The issue for me was fairness and that's something I would squawk about no matter what the ideology of the victim.
There were legitimate reasons for having questions about Miers, of course. There were few legitmate reasons for saying that anybody had answers to those questions.
I didn't accuse the conservatives who engaged in a feeding frenzy against Miers of elitism, only bad manners. I did say that I thought that the opposition of Ann Althouse and Glenn Reynolds, which was always of a different and more responsible and circumspect variety, read a bit like elitism to me. I think that they expected credentials that we needn't expect of Supreme Court nominees. When one looks at their respective public records, for example, Miers' record displays more relevant experience for the Court than had Sandra Day O'Connor's record at the time of her nomination for in 1981. In citing this, I'm not suggesting that Miers was actually qualified for the Court; I'm only saying that what was known of her record was an insufficient basis for dismissing her as unqualified.
So, in summary, my reaction to this matter had nothing to do with ideology. The issue, as I say, was fairness.
Mark Daniels
Mark Daniels -
Okay, so the issue for you is fairness.
Why is it unfair to look at a nominee's writings, speeches, work experience, and interviews to evaluate his or her qualifications for a job? Because that's what most people did - including Ann Althouse, Glenn Reynolds, and other more conservative public and private citizens. Senators had the benefit of private interviews with the nominee. Reports suggest that even the White House staffers were troubled by this nomination.
This isn't court and there is no due process right to be heard in politics. It seems important to you to see Harriet Miers get a public confirmation hearing. Could it be that you were enjoying what some believe is a Republican implosion and you hate to see it end?
Mark,
I disagree that Miers was anywhere near as qualified as O'Connor:
Graduated from Stanford in two years, near the top of her class
Deputy County Attorney of San Mateo County, CA
1965-69 Assistant A.G. of Arizona
1969-75 Elected twice to AZ Senate and served as majority leader
1975 Elected judge of the Maricopa County Superior Court
1979 Arizona Court of Appeals
O'Connor was not presented to the public with the chief credentials of:
1) Having been Reagan's legal counsel, and
2) Reagan's personal assurances that she was solid and trustworthy.
I didn't know enough about Miers to have a strong opinion one way or the other, but I was troubled that the main defense anyone could come up with was "Trust the President."
The unfairness came in the insupportable characterizations of her record and her intellect that were made.

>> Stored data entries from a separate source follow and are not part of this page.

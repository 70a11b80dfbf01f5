package correlations

import (
	"math"
	"strings"
	"testing"
)

// TestOilCatalog checks that every oil family has a catalog entry with a reference and data
// ranges, that ids are unique per property, and that the range inputs use the names of the
// design.
func TestOilCatalog(t *testing.T) {
	ids := map[Property][]string{}
	for _, f := range SolutionGasFamilies() {
		ids[SolutionGas] = append(ids[SolutionGas], f.ID)
	}
	for _, f := range OilFVFFamilies() {
		ids[OilFVF] = append(ids[OilFVF], f.ID)
	}
	for _, f := range CompressibilityFamilies() {
		p := Compressibility
		if f.ID == "mccain-rollins-villena" {
			p = CoBelowPb
		}
		ids[p] = append(ids[p], f.ID)
	}
	// DESIGN.md §4.
	want := map[Property]int{SolutionGas: 8, OilFVF: 7, Compressibility: 3, CoBelowPb: 1}
	names := map[string]string{"API": "°API", "gas gravity": "", "temperature": "°F", "Rsb": "scf/STB", "Pb": "psia", "p": "psia"}
	for p, n := range want {
		if len(ids[p]) != n {
			t.Errorf("%s: %d families, want %d", p, len(ids[p]), n)
		}
		seen := map[string]bool{}
		for _, id := range ids[p] {
			if seen[id] {
				t.Errorf("%s: duplicate id %q", p, id)
			}
			seen[id] = true
			e, err := Lookup(p, id)
			if err != nil {
				t.Errorf("%s %s: %v", p, id, err)
				continue
			}
			if e.Reference == "" || e.Authors == "" || e.Year < 1940 || len(e.Ranges) < 4 {
				t.Errorf("%s %s: incomplete entry %+v", p, id, e)
			}
			for _, r := range e.Ranges {
				if u, ok := names[r.Input]; !ok || u != r.Unit || !(r.Min <= r.Max) {
					t.Errorf("%s %s: bad range %+v", p, id, r)
				}
			}
		}
		if got := IDs(p); strings.Join(got, ",") != strings.Join(ids[p], ",") {
			t.Errorf("%s: catalog ids %v, family ids %v", p, got, ids[p])
		}
	}
	// The separator-gas convention of Vasquez and Beggs is stated.
	e, _ := Lookup(SolutionGas, "vasquez-beggs")
	if !strings.Contains(e.Convention, "5.912e−5") || !strings.Contains(e.Convention, "114.7") {
		t.Errorf("vasquez-beggs convention %q", e.Convention)
	}
	// Lookup of the below-Pb family through the compressibility list.
	if f, err := CompressibilityByID("mccain-rollins-villena"); err != nil || f.Co == nil {
		t.Errorf("mccain-rollins-villena: %v", err)
	}
}

// TestCatalogCheckFlagsGlaso checks the warning for an oil lighter than Glasø's data (DESIGN.md
// §4: the tool warns when the oil lies outside the original data set).
func TestCatalogCheckFlagsGlaso(t *testing.T) {
	e, err := Lookup(SolutionGas, "glaso")
	if err != nil {
		t.Fatal(err)
	}
	msgs := e.Check(map[string]float64{"API": 62, "gas gravity": 0.8, "temperature": 200, "Rsb": 500})
	if len(msgs) != 1 || !strings.Contains(msgs[0], "API 62 is above") || !strings.Contains(msgs[0], "Glasø's data") {
		t.Errorf("Check = %q", msgs)
	}
	if msgs := e.Check(map[string]float64{"API": 35, "temperature": math.NaN()}); len(msgs) != 0 {
		t.Errorf("in-range oil flagged: %q", msgs)
	}
}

Look at her record, of course. Savage her, no.
Re: whether the Democrats have been strengthened by the Miers' nomination:
I don't see how Republicans are any worse off now than they were before the Miers' nomination. No matter what, some Democratic Senators will fight anyone President Bush nominates. (They even fought Roberts until it became apparent it wasn't effective.) I can't see how the Miers' nomination changes these dynamics on the Democratic side. However, I do think it bolstered the Republican support for a nominee unless the Christian conservatives stay home.
Finally, I hope that the Bush Administration will be better prepared this time. Perhaps they were lulled by the Roberts' confirmation into thinking it would be easy. They won't feel that way this time.
But even if there is some short-term damage, I think the long-term effect is to show American voters that Republicans won't march in lock-step with a Republican President when they think he or she is wrong.
I would have said "possibly" until I went to the Daily Kos, per your Plame post. Now I'd have to say "no". The Democrats driving force is still negativity, and I don't think you can get far on that.